(Collected data)
[Start of Attachment]

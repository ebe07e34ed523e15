import { authedRoute, readJson } from "@/lib/http/route";
import { ENTRY_ACTIONS } from "@/lib/rules/entry-rules";
import { setEntryArchived } from "@/lib/notebook/entries";
import { openEntry } from "@/lib/notebook/revisions";
import { archiveEntrySchema } from "@/lib/validation/entries";
import { parseInput } from "@/lib/validation/parse";

type Params = { id: string };

export const GET = authedRoute<Params>(async (_request, actor, params) => {
  const { entry, authorName, projectName, actions, current } = await openEntry(actor, params.id);
  return Response.json({
    entry: {
      id: entry.id,
      title: entry.title,
      status: entry.status,
      revision: entry.currentRevisionNumber,
      authorName,
      projectName,
      archived: entry.archivedAt !== null,
      /** What the signed-in member may do with it now (lib/rules/entry-rules.ts). */
      actions: ENTRY_ACTIONS.filter((action) => actions[action].allowed),
    },
    content: current.content,
  });
});

export const PATCH = authedRoute<Params>(async (request, actor, params) => {
  const { archived } = parseInput(archiveEntrySchema, await readJson(request));
  await setEntryArchived(actor, params.id, archived);
  return Response.json({ ok: true, archived });
});
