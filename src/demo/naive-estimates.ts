/**
 * The two estimates an analyst without a causal graph would report, computed straight from
 * the generated table, for the demo to print beside Fulcrum's answers:
 *  - the raw difference in mean outcome between households on an arm and on `none`;
 *  - "regress the outcome on the treatment and everything else": the arm's coefficient in
 *    a least-squares fit on every other column (categorical columns one-hot), which adjusts
 *    for the mediators and the collider and so answers a different question.
 * Both are computed within a segment too (rows of that segment only).
 */
import { lstsq } from '../core/linalg/lstsq.js';
import type { Matrix } from '../core/linalg/matrix.js';
import { PROGRAMMES, SCENARIO_COLUMNS, type ScenarioTable } from './scenario.js';

export interface NaiveEstimates {
  differenceInMeans: number;
  regressionOnAll: number;
}

type Row = (i: number) => boolean;

function meanWhere(y: Float64Array, keep: Row): number {
  let s = 0;
  let c = 0;
  for (let i = 0; i < y.length; i++) if (keep(i)) (s += y[i]), c++;
  return c > 0 ? s / c : NaN;
}

/** Naive estimates of `arm` against `none` on winter_kwh, over the rows `keep` selects. */
export function naiveEstimates(t: ScenarioTable, arm: string, keep: Row = () => true): NaiveEstimates {
  const y = t.winter_kwh;
  const differenceInMeans = meanWhere(y, (i) => keep(i) && t.programme[i] === arm) - meanWhere(y, (i) => keep(i) && t.programme[i] === 'none');
  // Design: programme dummies first (reference none), then every other column.
  const rows: number[] = [];
  for (let i = 0; i < y.length; i++) if (keep(i)) rows.push(i);
  const columns: Array<(i: number) => number> = PROGRAMMES.slice(1).map((p) => (i: number) => (t.programme[i] === p ? 1 : 0));
  const table = t as unknown as Record<string, ArrayLike<string | number>>;
  for (const name of SCENARIO_COLUMNS) {
    if (name === 'programme' || name === 'winter_kwh') continue;
    const col = table[name];
    if (typeof col[0] === 'string') {
      const levels = [...new Set(Array.from(col as ArrayLike<string>))].sort();
      for (const lv of levels.slice(1)) columns.push((i) => (col[i] === lv ? 1 : 0));
    } else columns.push((i) => col[i] as number);
  }
  const p = columns.length;
  const x: Matrix = { rows: rows.length, cols: p, data: new Float64Array(rows.length * p) };
  const yy = new Float64Array(rows.length);
  rows.forEach((i, r) => {
    for (let c = 0; c < p; c++) x.data[r * p + c] = columns[c](i);
    yy[r] = y[i];
  });
  // Constant dummies inside a small segment make X rank-deficient; a whisper of ridge keeps it solvable.
  const fit = lstsq(x, yy, { ridge: 1e-6 });
  const regressionOnAll = fit.coef[PROGRAMMES.indexOf(arm as (typeof PROGRAMMES)[number]) - 1];
  return { differenceInMeans, regressionOnAll };
}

[End of Attachment]

### TASK OBJECTIVE
Please state how many lines of the records hold the word "core", and write nothing but that number.

### RESULT FOR THIS EXERCISE
2